Program terminated with signal 6, Aborted.
#0  0x00007fd17ff0e4f5 in raise () from /lib64/libc.so.6
Missing separate debuginfos, use: debuginfo-install glibc-2.12-1.212.el6_10.3.x86_64 libgcc-4.4.7-23.el6.x86_64 libstdc++-4.4.7-23.el6.x86_64
(gdb) bt
#0  0x00007fd17ff0e4f5 in raise () from /lib64/libc.so.6
#1  0x00007fd17ff0fcd5 in abort () from /lib64/libc.so.6
#2  0x00007fd1807c8a8d in __gnu_cxx::__verbose_terminate_handler() () from /usr/lib64/libstdc++.so.6
#3  0x00007fd1807c6be6 in ?? () from /usr/lib64/libstdc++.so.6
#4  0x00007fd1807c6c13 in std::terminate() () from /usr/lib64/libstdc++.so.6
#5  0x00007fd1807c6d32 in __cxa_throw () from /usr/lib64/libstdc++.so.6
#6  0x00007fd1807c712d in operator new(unsigned long) () from /usr/lib64/libstdc++.so.6
#7  0x00007fd1807c71e9 in operator new[](unsigned long) () from /usr/lib64/libstdc++.so.6
#8  0x0000000000400624 in main () at t.cpp:8
(gdb) f 8
#8  0x0000000000400624 in main () at t.cpp:8
8	    char* p0 = new char[100 * 1024]; // small allocation
(gdb) 

加了一个gdb的脚本，分析了下core中的coroutine的数目，代码srs.py先下载下来：

(gdb) source gdb/srs.py 
(gdb) nn_coroutines 
this coroutine(&_st_this_thread->tlink) is: 0x7f43ba761e78
next is 0x7f43b92d9e78, total 500
next is 0x7f43b5c37e78, total 1000
next is 0x7f43bfd71e78, total 31500
next is 0x7f43bdad9e78, total 32000
next is 0x7f43bd8f3e78, total 32500
total coroutines: 32717

ST默认是用mmap开辟coroutine的栈空间，所以超过一定数量就会失败，这个数量可以通过这个查看：

[root@05ff04a933cd st]# sysctl vm.max_map_count
vm.max_map_count = 65530

注意：Docker中这个限制是不生效的，最多可以开到650162个coroutine，内存占用40GB左右。一般线上的机器都会打开这个限制。

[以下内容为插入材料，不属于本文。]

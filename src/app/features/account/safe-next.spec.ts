import { safeNext } from './safe-next';

describe('safeNext', () => {
  test.each([
    ['/studios/1/bench', '/studios/1/bench'],
    [undefined, '/'],
    ['', '/'],
    ['https://evil.example/', '/'],
    ['//evil.example/', '/'],
    ['javascript:alert(1)', '/'],
  ])('%s → %s', (next, expected) => {
    expect(safeNext(next, '/')).toBe(expected);
  });
});
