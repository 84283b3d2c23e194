import { ChangeDetectionStrategy, Component, inject, input, resource, signal } from '@angular/core';
import { FormBuilder, ReactiveFormsModule, Validators } from '@angular/forms';
import { MatButtonModule } from '@angular/material/button';
import { MatFormFieldModule } from '@angular/material/form-field';
import { MatInputModule } from '@angular/material/input';
import { MatProgressBarModule } from '@angular/material/progress-bar';
import { apiErrorMessage } from '../../core/api-error';
import { RouterLink } from '@angular/router';
import { FormAction } from '../../core/form-action';
import { AccountFrame } from './account-frame';
import { passwordLength } from './password-length';
import { AuthStore } from '../../core/auth-store';

/** Choose a new password with the token from the e-mailed link. */
@Component({
  selector: 'em-reset-password',
  imports: [AccountFrame, ReactiveFormsModule, RouterLink, MatButtonModule, MatFormFieldModule, MatInputModule, MatProgressBarModule],
  template: `
    <em-account-frame heading="Choose a new password">
      @if (!token()) {
        <p class="error" role="alert">
          This page needs the link from the reset e-mail. <a routerLink="/forgot-password">Ask for a new link</a>.
        </p>
      } @else if (done()) {
        <p class="ok" role="status">{{ done() }}</p>
        <a mat-flat-button routerLink="/sign-in">Sign in</a>
      } @else if (link.isLoading()) {
        <mat-progress-bar mode="indeterminate" aria-label="Checking the link" />
      } @else if (link.error()) {
        <p class="error" role="alert">{{ linkError() }}</p>
        <div class="actions">
          <a mat-flat-button routerLink="/forgot-password">Ask for a new link</a>
          <a mat-stroked-button routerLink="/sign-in">Sign in</a>
        </div>
      } @else {
        <form [formGroup]="form" (ngSubmit)="setPassword()" novalidate>
          <mat-form-field appearance="outline">
            <mat-label>New password</mat-label>
            <input matInput type="password" formControlName="password" autocomplete="new-password" required />
            <mat-hint>8 to 128 characters.</mat-hint>
            @if (form.controls.password.hasError('required')) {
              <mat-error>Choose a password.</mat-error>
            } @else if (form.controls.password.hasError('passwordLength')) {
              <mat-error>{{ form.controls.password.getError('passwordLength') }}</mat-error>
            }
          </mat-form-field>
          <p class="error" role="alert">{{ submit.error() }}</p>
          <div class="actions">
            <button mat-flat-button type="submit" [disabled]="submit.busy()">Set password</button>
          </div>
        </form>
      }
    </em-account-frame>
  `,
  styleUrl: './account-form.scss',
  changeDetection: ChangeDetectionStrategy.OnPush,
})
export class ResetPassword {
  private readonly auth = inject(AuthStore);

  readonly token = input<string>('');

  protected readonly form = inject(FormBuilder).nonNullable.group({ password: ['', [Validators.required, passwordLength]] });
  protected readonly submit = new FormAction();
  protected readonly done = signal('');
  /** Whether the link still works, asked before a password is typed (a used link says so at once). */
  protected readonly link = resource({
    params: () => this.token() || undefined,
    loader: ({ params }) => this.auth.passwordResetLink(params),
  });

  protected linkError(): string {
    return apiErrorMessage(this.link.error());
  }

  protected setPassword(): Promise<void> {
    return this.submit.run(this.form, async () => {
      this.done.set(await this.auth.confirmPasswordReset(this.token(), this.form.getRawValue().password));
    });
  }
}
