import { expect, signIn, test } from './fixtures';

test('an editor works out an EL drive timing and saves it; the viewer sees it without edit controls', async ({ page, browser, guard }, testInfo) => {
  await signIn(page, 'editor@kilnquartz.example', 'amber-glow-demo');
  await page.getByRole('link', { name: 'Drive timing' }).click();
  await expect(page.getByRole('heading', { name: 'High voltage: read before you probe' })).toBeVisible();
  // A new timing has no name until the user gives one (issue "Workflow", item 22).
  await expect(page.getByRole('textbox', { name: 'Name' })).toHaveValue('');
  // DMT 640×480@60, dual-scan, 4 pixels a clock [std DMT row; calc shift clock 25.175 / 8].
  await expect(page.getByText('25.175 MHz', { exact: true })).toBeVisible();
  await expect(page.getByText('31.469 kHz', { exact: true })).toBeVisible();
  await expect(page.getByText('3.147 MHz', { exact: true })).toBeVisible();
  await expect(page.getByLabel('CR00 to CR18 in hex')).toContainText('5F 4F 50 83 52 9E 0B 3E 00 40');
  await expect(page.getByRole('img', { name: /Timing diagram of one line and one frame/ })).toBeVisible();

  // CVT reduced blanking v2 for the same size [std worked result: 21.384 MHz].
  await page.getByRole('combobox', { name: 'Standard' }).click();
  await page.getByRole('option', { name: 'CVT reduced blanking v2' }).click();
  await page.getByRole('textbox', { name: /Mode/ }).fill('640x480@60');
  await expect(page.getByText('21.384 MHz', { exact: true })).toBeVisible();

  // A timing by hand that refreshes too slowly for EL gets a warning.
  await page.getByRole('radio', { name: 'By hand' }).click();
  await page.getByRole('spinbutton', { name: 'Pixel clock (MHz)' }).fill('15');
  await expect(page.getByText(/EL panels are usually refreshed at 60–120 Hz/)).toBeVisible();
  await page.getByRole('spinbutton', { name: 'Pixel clock (MHz)' }).fill('0');
  await expect(page.getByRole('alert').filter({ hasText: 'This timing cannot be used' })).toBeVisible();
  await page.getByRole('spinbutton', { name: 'Pixel clock (MHz)' }).fill('25.175');

  const name = `E2E timing ${Date.now().toString(36)}`;
  await page.getByRole('textbox', { name: 'Name' }).fill(name);
  await page.getByRole('button', { name: 'Save timing' }).click();
  await expect(page.getByRole('list', { name: 'Saved timings' })).toContainText(name);
  await page.screenshot({ path: testInfo.outputPath('drive-editor.png') });

  const context = await browser.newContext();
  const viewer = await context.newPage();
  guard.watch(viewer);
  await signIn(viewer, 'viewer@kilnquartz.example', 'amber-glow-demo');
  await viewer.getByRole('link', { name: 'Drive timing' }).click();
  await expect(viewer.getByRole('list', { name: 'Saved timings' })).toContainText(name);
  await viewer.getByRole('button', { name: `Open ${name}` }).click();
  await expect(viewer.getByRole('spinbutton', { name: 'Pixel clock (MHz)' })).toHaveValue('25.175');
  await expect(viewer.getByRole('button', { name: /Save/ })).toHaveCount(0);
  await expect(viewer.getByRole('button', { name: `Delete ${name}` })).toHaveCount(0);
  await context.close();
});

然后编译这个代码huge-threads.cpp，执行：

g++ huge-threads.cpp ../../objs/st/libst.a -g -O0 -o huge-threads && 
./huge-threads 60000

一般就会挂在3万个左右coroutine这里：

[root@05ff04a933cd st]# ./huge-threads 60000
pid=77682, create 60000 coroutines
create thread fail, i=32749

这个解法有两个：

1. 需要看下Source没有清理时，coroutine会那么多。
2. 可以编译时打开MALLOC_STACK。